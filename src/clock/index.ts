export {
  type Counter,
  counterModulus,
  decimalRational,
  durationToTicks,
  type Rational,
  rational,
  type Stands,
  tickFraction,
  tickSeconds,
  ticksToDuration,
  wrap,
} from "./counter.ts";
export {
  type ClockTerm,
  type FreeRun,
  type Oscillator,
  oscillatorSigmas,
  oscillatorTerms,
  properTime,
  unbroken,
} from "./oscillator.ts";
export { compareSpans, distance, portion, spanFemtoseconds } from "./span.ts";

□ □ □ □

_ASSIGNMENT_.
Extract the data in full. Keep it word for word.

_RESPONSE TO THIS TASK_.
filename src/clock/index.ts
export {
  type Counter,
  counterModulus,
  decimalRational,
  durationToTicks,
  type Rational,
  rational,
  type Stands,
  tickFraction,
  tickSeconds,
  ticksToDuration,
  wrap,
} from "./counter.ts";
export {
  type ClockTerm,
  type FreeRun,
  type Oscillator,
  oscillatorSigmas,
  oscillatorTerms,
  properTime,
  unbroken,
} from "./oscillator.ts";
export { compareSpans, distance, portion, spanFemtoseconds } from "./span.ts";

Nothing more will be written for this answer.